# The Bunyan of Brooklyn



## The Author of my Faith (Feb 26, 2009)

I recently came upon a name that was new to me, Ichabod Spencer. I found out he was an extraordinary man of God who pastored the 2nd Presbyterian Church in my neighboorhood 150 years ago. I just received one of his books The Bunyan of Brooklyn. I was very encouraged and amazed at this man's life and am suprised that he is basically unknown. I created a blog about this man and his writing and am doing research to add more. Check out my blog The Bunyan of Brooklyn. If you have any further information please feel free to contact me.

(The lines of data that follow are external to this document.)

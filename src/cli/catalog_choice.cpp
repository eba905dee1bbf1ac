#include "cli/catalog_choice.hpp"

namespace bine::cli {

CatalogSubset load_data_for_names(const GlobalOptions& globals, const Console& console,
                                  const std::function<std::vector<std::string>()>& names) {
  const auto timer = console.time("load data");
  const bool compiled_alone = globals.catalogs.size() == 1 && is_compiled_catalog(globals.catalogs.front());
  CatalogSubset subset = compiled_alone ? load_data_for_names(globals.data, globals.catalogs, names())
                                        : CatalogSubset{load_data(globals.data, globals.catalogs), std::nullopt};
  for (const auto& note : subset.data.notes) console.err << "bine: note: " << note << '\n';
  return subset;
}

}  // namespace bine::cli
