#pragma once
// The whole command line as one function, so that main, the end-to-end tests and the CLI fuzzer
// all run the same dispatcher.
#include <ostream>

namespace bine::cli {

/// Parses argv, runs the chosen command and returns the exit status (0 ok, 2 bad input,
/// 3 infeasible, 70 internal error). Command output goes to `out`, every error line (prefixed
/// "bine: ") to `err`. Never throws.
int run(int argc, char** argv, std::ostream& out, std::ostream& err);

}  // namespace bine::cli
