// bine: hop substitution, aroma blending and bitterness arithmetic for brewers.
// This file only hands argv to the dispatcher (src/cli/app.cpp); every computation lives in bine_core.
#include <dlfcn.h>

#include <iostream>

#include "cli/app.hpp"

namespace {

/// OpenBLAS (behind faiss) starts a worker thread per core that spins while waiting; bine answers
/// one question at a time, so one BLAS thread does the work with less CPU. Looked up at run time, so
/// a build against another BLAS needs nothing.
void use_one_blas_thread() {
  using SetThreads = void (*)(int);
  if (void* symbol = dlsym(RTLD_DEFAULT, "openblas_set_num_threads")) reinterpret_cast<SetThreads>(symbol)(1);
}

}  // namespace

int main(int argc, char** argv) {
  use_one_blas_thread();
  return bine::cli::run(argc, argv, std::cout, std::cerr);
}
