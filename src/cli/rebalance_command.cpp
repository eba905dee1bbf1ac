#include "cli/commands.hpp"

namespace bine::cli {

void setup_rebalance_command(CLI::App& app, const GlobalOptions& /*globals*/) {
  app.add_subcommand("rebalance", "(not yet available)");
}

}  // namespace bine::cli
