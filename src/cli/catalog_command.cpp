// bine catalog list|show|check: browse the variety data and validate any of our files.
#include <fmt/format.h>

#include <iostream>
#include <memory>

#include "cli/commands.hpp"
#include "io/loaders.hpp"
#include "model/catalog_lookup.hpp"
#include "model/errors.hpp"
#include "report/catalog_report.hpp"

namespace bine::cli {
namespace {

struct CatalogOptions {
  bool json = false;
  std::string name;
  std::vector<std::string> files;
};

int run_check(const GlobalOptions& globals, const CatalogOptions& options) {
  // The lexicon is needed to check aroma axes; the catalogs themselves are not loaded.
  const Lexicon lexicon = load_lexicon(resolve_data_dir(globals.data_dir) / "lexicon.json");
  std::vector<std::string> problems;
  for (const auto& file : options.files) {
    try {
      const FileKind kind = check_file(file, lexicon);
      std::cout << fmt::format("{}: ok ({})\n", file, to_string(kind));
    } catch (const InputError& error) {
      problems.insert(problems.end(), error.lines().begin(), error.lines().end());
    }
  }
  if (!problems.empty()) throw InputError(problems);
  return 0;
}

}  // namespace

void setup_catalog_command(CLI::App& app, const GlobalOptions& globals) {
  auto options = std::make_shared<CatalogOptions>();
  auto* catalog = app.add_subcommand("catalog", "browse the variety catalogs and check files");
  catalog->require_subcommand(1);
  catalog->footer(
      "Examples:\n"
      "  bine catalog list\n"
      "  bine catalog show \"saltmarsh gold\"\n"
      "  bine --catalog my-hops.json catalog check my-hops.json stock.json recipe.json");

  auto* list = catalog->add_subcommand("list", "list every variety (shipped and --catalog files)");
  list->add_flag("--json", options->json, "print JSON: {\"varieties\": [...]}");
  list->callback([&globals, options] {
    const DataSet data = globals.load();
    if (options->json) {
      std::cout << catalog_to_json(data.catalog).dump(2) << '\n';
    } else {
      render_catalog_list(std::cout, data.catalog, data.lexicon);
    }
  });

  auto* show = catalog->add_subcommand("show", "show one variety in full");
  show->add_option("NAME", options->name, "variety name (case and accents do not matter)")->required();
  show->add_flag("--json", options->json, "print JSON");
  show->callback([&globals, options] {
    const DataSet data = globals.load();
    const Variety& variety = require_variety(data.catalog, options->name, "catalog show");
    if (options->json)
      std::cout << variety_to_json(variety).dump(2) << '\n';
    else
      render_variety(std::cout, variety, data.lexicon);
  });

  auto* check = catalog->add_subcommand("check", "validate catalog, stock, recipe or lexicon files");
  check->add_option("FILE", options->files, "files to check")->required();
  check->callback([&globals, options] { run_check(globals, *options); });
}

}  // namespace bine::cli
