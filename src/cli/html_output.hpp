#pragma once
// --html FILE for every command that writes a page: the option with its help line, what the page
// says about itself (date, version, where its numbers came from) and the atomic write.
#include <CLI/CLI.hpp>
#include <functional>
#include <string>

#include "io/data_dir.hpp"
#include "report/html_page.hpp"

namespace bine::cli {

/// Binds --html FILE to `file` on `command`.
void add_html_option(CLI::App* command, std::string& file);

/// Today's date, the bine version, the catalogs (demo data marked; none when `data` is null),
/// the recipe and stock files (empty: not used) and what was given on the command line, in words.
html::PageMeta page_meta(const DataSet* data, const std::string& recipe = "", const std::string& stock = "",
                         const std::string& given = "");

/// Writes the page `render` builds to `file`, atomically; nothing when `file` is empty.
void write_html(const std::string& file, const std::function<std::string()>& render);

}  // namespace bine::cli
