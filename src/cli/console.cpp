#include "cli/console.hpp"

namespace bine::cli {

void print_result(const Console& console, bool json, const std::function<nlohmann::json()>& document,
                  const std::function<void(std::ostream&)>& text) {
  if (json)
    console.out << document().dump(2) << '\n';
  else
    text(console.out);
}

void print_result(const Console& console, bool json, const DataSet& data,
                  const std::function<nlohmann::json()>& document, const std::function<void(std::ostream&)>& text) {
  print_result(
      console, json,
      [&] {
        nlohmann::json out = document();
        nlohmann::json used = nlohmann::json::array();
        for (const auto& source : data.sources)
          used.push_back({{"name", source.name}, {"file", source.file}, {"demo", source.demo}});
        if (out.is_object()) out["catalogs_used"] = std::move(used);
        return out;
      },
      [&](std::ostream& out) {
        text(out);
        out << '\n' << catalogs_used_line(data) << '\n';
      });
}

}  // namespace bine::cli
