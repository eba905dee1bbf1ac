#include "cli/commands.hpp"

namespace bine::cli {

void setup_blend_command(CLI::App& app, const GlobalOptions& /*globals*/) {
  app.add_subcommand("blend", "(not yet available)");
}

}  // namespace bine::cli
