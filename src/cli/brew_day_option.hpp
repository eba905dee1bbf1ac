#pragma once
// The --on DATE option shared by age and rebalance: the day the hops are weighed out. Defaults to
// today's date from the system clock, which the output then prints so the run can be repeated.
#include <string>

#include "model/hops.hpp"

namespace bine::cli {

struct BrewDay {
  Date date;
  bool from_clock = false;  // --on was not given
};

/// Parses --on (YYYY-MM-DD), or takes today's UTC date when `text` is empty. Throws InputError
/// "--on: VALUE: ..." for a malformed or impossible date.
BrewDay brew_day_from_option(const std::string& text);

/// Parses a date option; throws InputError "`option`: VALUE: not a date (expected YYYY-MM-DD)".
Date date_from_option(const std::string& option, const std::string& text);

}  // namespace bine::cli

I pray you will be challenged and encouraged by this man as I am.

God Bless

Steve


----------



## LawrenceU (Feb 26, 2009)

Spencer is one of my favourites. His works are all available at Solid Ground Books.
SGCB | Book Search


----------



## Quickened (Feb 26, 2009)

I loved a Pastor's Sketches. Probably one of my favorites at this time. I am very tempted to pick up the three volume set. Can anyone comment on what they think of it?


----------



## LawrenceU (Feb 27, 2009)

Love it. Well worth the money. One of the best values I've had in purchasing books. Oh, it's alright. (Who stuck that in there?)

Seriously, the three volume set is excellent.


----------



## Quickened (Feb 27, 2009)

This will definately be one of the next purchases i will make then. I better start saving my pennies. The truck is costing me extra lately otherwise i would have made the purchase instantly! thank you for your input Lawrence!


----------